Featuring: Olga Frankfurt, MD
The FDA approved pegcetacoplan for treatment of certain adults with paroxysmal nocturnal hemoglobinuria, according to the agent’s manufacturer.
Pegcetacoplan (Empaveli, Apellis Pharmaceuticals) — a targeted C3 inhibitor — is indicated for treatment-naive patients, as well as those switching from the C5 inhibitors eculizumab (Soliris, Alexion Pharmaceuticals) or ravulizumab (Ultomiris, Alexion Pharmaceuticals).
The FDA based the approval on results of the phase 3 PEGASUS study, which showed pegcetacoplan led to greater improvements in hemoglobin compared with eculizumab among patients with paroxysmal nocturnal hemoglobinuria (PNH).

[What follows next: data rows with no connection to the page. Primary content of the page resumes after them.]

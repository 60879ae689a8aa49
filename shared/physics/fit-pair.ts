import type { PairCovariance } from './double-gaussian';
import { blockInfluence, FIT_PARAMETERS, fitShape, type ShapeFit, type ShapeProblem } from './fit-shape';
import { type PeakShape, pixelNodes } from './gaussian-cells';
import { addMomentSums, covarianceOfSums, MOMENT_SUMS } from './moments';

/**
 * Net fit of a joint map [x2][x1]: a bivariate Gaussian averaged over pixels, truncated to the array, on a background
 * whose shape is the product of the arms' singles (accidentals pair unrelated tags) and whose size is measured in
 * shifted windows. Poisson maximum likelihood. Pixel indices throughout.
 */
export interface PairFitInput {
  n1: number;
  n2: number;
  slices: number;
  /** slices * n2 * n1 raw counts of the prompt window. */
  prompt: Float64Array;
  /** Same, all shifted windows together. */
  shifted: Float64Array;
  windows: number;
  /** Singles per column of arm 1 and arm 2, and the share of each column that is not masked (0..1). */
  singles1: Float64Array;
  singles2: Float64Array;
  open1: Float64Array;
  open2: Float64Array;
}

export interface PairFit {
  fit: ShapeFit;
  /** Fitted covariance with the pixels' a^2/12 left on both coordinates: what the detector saw. */
  blurred: PairCovariance;
  /** Prompt counts and expected accidentals over the array. */
  raw: number;
  accidentals: number;
  /** Totals over slices, [x2][x1]. */
  total: Float64Array;
  backgroundMap: Float64Array;
  use: Uint8Array;
  /** Share of the fitted pairs outside the array. */
  outside: number;
  /** Pearson chi^2 over cells with 5 or more expected counts, the rest pooled. */
  chi2: number;
  ndf: number;
  /** slices * FIT_PARAMETERS. */
  influence: Float64Array;
}

export const PIXEL_VARIANCE = 1 / 12;
/** Narrower than a fifth of a pixel cannot be told from zero. */
const LEAST_VARIANCE = 0.04 / 2;

/** Null when nothing is left to fit (no net pairs, or all of them in one cell's column). */
export function fitPair(input: PairFitInput): PairFit | null {
  const { n1, n2, slices, windows } = input;
  const cells = n1 * n2;
  const total = sumSlices(input.prompt, slices, cells);
  const shifted = sumSlices(input.shifted, slices, cells);
  const accidentals = windows > 0 ? sum(shifted) / windows : 0;
  const raw = sum(total);
  const { use, envelope } = openCells(input);
  const background = outerProduct(input, use);
  // Where none was seen, half a count keeps lone far-off pairs from having probability zero.
  const amplitude = Math.max(accidentals, windows > 0 ? 0.5 / windows : 0.5);
  const start = startingPoint(total, background, accidentals, n1, n2);
  if (start === null) return null;
  const problem: ShapeProblem = {
    grid: { nx: n1, ny: n2, x0: 0, y0: 0 },
    nodes: pixelNodes[nodesFor(start)],
    data: total,
    use,
    envelope,
    background,
    backgroundAmplitude: amplitude,
    freeAmplitude: true,
    freeBackground: false,
    freeCentre: true,
    variance: null,
    start: { amplitude: Math.max(raw - accidentals, 1), shape: start },
    leastVariance: LEAST_VARIANCE,
  };
  let fit = fitShape(problem);
  const wanted = nodesFor(fit.shape);
  if (wanted > nodesFor(start)) {
    const refined = { amplitude: fit.amplitude, shape: fit.shape };
    fit = fitShape({ ...problem, nodes: pixelNodes[wanted], start: refined });
  }
  const { shape } = fit;
  const { chi2, ndf } = pearson(total, fit.model, use, 6);
  const inside = fit.bare.reduce((part, v) => part + v, 0);
  const influence = blockInfluence(
    fit,
    slices,
    (s, c) => input.prompt[s * cells + c] as number,
    (s) => ({
      amplitude: 0,
      background: windows > 0 ? sumRange(input.shifted, s * cells, (s + 1) * cells) / windows : 0,
    }),
  );
  return {
    fit,
    blurred: { v1: shape.xx + PIXEL_VARIANCE, v2: shape.yy + PIXEL_VARIANCE, c: shape.xy },
    raw,
    accidentals,
    total,
    backgroundMap: background.map((b) => b * accidentals),
    use,
    outside: Math.min(Math.max(1 - inside / fit.amplitude, 0), 1),
    chi2,
    ndf,
    influence,
  };
}

/** Parameters of resample r as blurred covariance; `moves` from resampleSums over (weights - 1). */
export function movedCovariance(fit: PairFit, moves: Float64Array, at: number): PairCovariance {
  return {
    v1: fit.blurred.v1 + (moves[at + 3] as number),
    v2: fit.blurred.v2 + (moves[at + 5] as number),
    c: fit.blurred.c + (moves[at + 4] as number),
  };
}

/** Sum over slices of weight * influence minus the unweighted sum: moves of every resample. */
export function totalInfluence(influence: Float64Array): Float64Array {
  const out = new Float64Array(FIT_PARAMETERS);
  for (let k = 0; k < influence.length; k += 1) {
    const p = k % FIT_PARAMETERS;
    out[p] = (out[p] as number) + (influence[k] as number);
  }
  return out;
}

function openCells(input: PairFitInput): { use: Uint8Array; envelope: Float64Array } {
  const { n1, n2, open1, open2 } = input;
  const use = new Uint8Array(n1 * n2);
  const envelope = new Float64Array(n1 * n2);
  for (let x2 = 0; x2 < n2; x2 += 1) {
    for (let x1 = 0; x1 < n1; x1 += 1) {
      const open = (open1[x1] as number) * (open2[x2] as number);
      envelope[x2 * n1 + x1] = open;
      use[x2 * n1 + x1] = open > 0 ? 1 : 0;
    }
  }
  return { use, envelope };
}

/** Product of the singles, normalised to 1 over the open cells. */
function outerProduct(input: PairFitInput, use: Uint8Array): Float64Array {
  const { n1, n2, singles1, singles2 } = input;
  const out = new Float64Array(n1 * n2);
  let all = 0;
  for (let c = 0; c < out.length; c += 1) {
    if (use[c] !== 1) continue;
    const v = (singles1[c % n1] as number) * (singles2[Math.floor(c / n1)] as number);
    out[c] = v;
    all += v;
  }
  return all > 0 ? out.map((v) => v / all) : out.map((_, c) => (use[c] === 1 ? 1 / out.length : 0));
}

/**
 * Net moments; when the accidentals drown them, the moments of the cells that stand three standard deviations out of
 * the accidentals.
 */
function startingPoint(
  total: Float64Array,
  background: Float64Array,
  accidentals: number,
  n1: number,
  n2: number,
): ShapeFit['shape'] | null {
  const net = total.map((n, c) => n - accidentals * (background[c] as number));
  const bright = net.map((v, c) => {
    const expected = accidentals * (background[c] as number);
    return v > 3 * Math.sqrt(expected + 1) ? v : 0;
  });
  for (const map of [sum(bright) > 0.3 * sum(net) ? bright : net, net, total]) {
    const sums = new Float64Array(MOMENT_SUMS);
    addMomentSums(map, 0, n1, n2, 1, sums, 0);
    const found = covarianceOfSums(sums);
    if (found === null) continue;
    const n = sums[0] as number;
    const xx = Math.max(found.v1 - PIXEL_VARIANCE, 0.1);
    const yy = Math.max(found.v2 - PIXEL_VARIANCE, 0.1);
    const limit = 0.995 * Math.sqrt(xx * yy);
    const xy = Math.min(Math.max(found.c, -limit), limit);
    if (Number.isFinite(xx + yy + xy)) {
      return { mx: (sums[1] as number) / n, my: (sums[2] as number) / n, xx, xy, yy };
    }
  }
  return null;
}

/** Nodes per pixel and axis for the width across the ridge, pixel^2. */
function nodesFor({ xx, xy, yy }: PeakShape): 2 | 4 | 8 {
  const narrow = (xx + yy) / 2 - Math.hypot((xx - yy) / 2, xy);
  if (narrow > 2.25) return 2;
  return narrow > 0.25 ? 4 : 8;
}

/** Pearson chi^2; cells that expect fewer than 5 counts share pooled bins of at least 5. */
export function pearson(
  data: Float64Array,
  model: Float64Array,
  use: Uint8Array,
  parameters: number,
): { chi2: number; ndf: number } {
  let chi2 = 0;
  let bins = 0;
  let pooledModel = 0;
  let pooledData = 0;
  for (let c = 0; c < data.length; c += 1) {
    if (use[c] !== 1) continue;
    const expected = model[c] as number;
    if (expected >= 5) {
      chi2 += ((data[c] as number) - expected) ** 2 / expected;
      bins += 1;
      continue;
    }
    pooledModel += expected;
    pooledData += data[c] as number;
    if (pooledModel < 5) continue;
    chi2 += (pooledData - pooledModel) ** 2 / pooledModel;
    bins += 1;
    pooledModel = 0;
    pooledData = 0;
  }
  return { chi2, ndf: Math.max(bins - parameters, 0) };
}

export function sumSlices(maps: Float64Array, slices: number, cells: number): Float64Array {
  const out = new Float64Array(cells);
  for (let s = 0; s < slices; s += 1) {
    for (let c = 0; c < cells; c += 1) out[c] = (out[c] as number) + (maps[s * cells + c] as number);
  }
  return out;
}

function sum(values: Float64Array): number {
  return sumRange(values, 0, values.length);
}

function sumRange(values: Float64Array, start: number, end: number): number {
  let out = 0;
  for (let k = start; k < end; k += 1) out += values[k] as number;
  return out;
}
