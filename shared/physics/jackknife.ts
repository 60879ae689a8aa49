/**
 * Delete-one-block jackknife standard error, SE^2 = ((n-1)/n) sum (T_(i) - mean T)^2 (Efron & Tibshirani, An
 * Introduction to the Bootstrap, 1993, from memory). For smooth estimators (variances, ratios), not medians or maxima.
 * `estimate` gets the blocks without one. NaN for fewer than two blocks.
 */
export function jackknifeSigma<T>(blocks: readonly T[], estimate: (kept: readonly T[]) => number): number {
  const n = blocks.length;
  if (n < 2) return Number.NaN;
  const values = blocks.map((_, i) => estimate(blocks.filter((__, j) => j !== i)));
  const mean = values.reduce((sum, v) => sum + v, 0) / n;
  const squares = values.reduce((sum, v) => sum + (v - mean) ** 2, 0);
  return Math.sqrt(((n - 1) / n) * squares);
}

“Empaveli has the potential to improve the lives of patients with PNH by increasing hemoglobin and reducing blood transfusion requirements,” investigator Olga Frankfurt, MD, associate professor in the department of medicine at Robert H. Lurie Comprehensive Cancer Center at Northwestern University, said in an Apellis-issued press release. “Through my work as an investigator on the PEGASUS study, I was excited to see Empaveli providing broad control of PNH.”
The PEGASUS study included 80 patients enrolled across 44 centers who had hemoglobin levels of less than 10.5 g/dL while they received stable doses of eculizumab for at least 3 months.
The trial treatment consisted of three parts:
In a 4-week run-in phase, all patients continued their current dose of eculizumab with an addition of twice-weekly 1,080 mg subcutaneous pegcetacoplan;
In a 1:1 randomization phase, patients received monotherapy with pegcetacoplan or eculizumab for 16 weeks; and
In a 32-week period, all patients received open-label pegcetacoplan.
In the randomization phase, researchers randomly assigned 41 patients (mean age, 50.2 years; 66% women) to pegcetacoplan and 39 patients (mean age, 47.3 years; 56% women) to eculizumab. Changes in hemoglobin level from baseline to week 16 served as the study’s primary endpoint.
As Healio previously reported, results showed the adjusted mean change in hemoglobin from baseline to week 16 was 2.37 g/dL with pegcetacoplan compared with –1.47 g/dL with eculizumab, for a mean difference of 3.84 g/dL (95% CI, 2.33-5.34).
Thirty-five patients (85.3%) assigned pegcetacoplan no longer required transfusions, compared with six patients (14.6%) assigned eculizumab (P < .001).
“As the first, FDA-approved targeted C3 therapy, Empaveli has the potential to redefine treatment for adults with PNH, including patients switching from any C5 inhibitor and treatment-naive patients,” Cedric Francois, MD, PhD, co-founder and CEO of Apellis, said in the release.
The most common serious adverse event reported among pegcetacoplan-treated patients was infection (5%). The most common adverse events included injection site reactions (39%), infections (29%), diarrhea (22%), abdominal pain (20%), respiratory tract infection (15%), viral infection (12%), and fatigue (12%). Researchers reported no cases of meningitis and no deaths in the pegcetacoplan group.
The prescribing information for pegcetacoplan includes a boxed warning noting the agent may increase the risk for meningococcal or other serious infections caused by encapsulated bacteria. These infections may be fatal if not recognized or treated early.
The FDA approved a Risk Evaluation and Mitigation Strategy (REMS). Prescribers must counsel patients about the risk for serious infection, provide patients with the REMS educational materials, and ensure patients are vaccinated against encapsulated bacteria, according to the press release.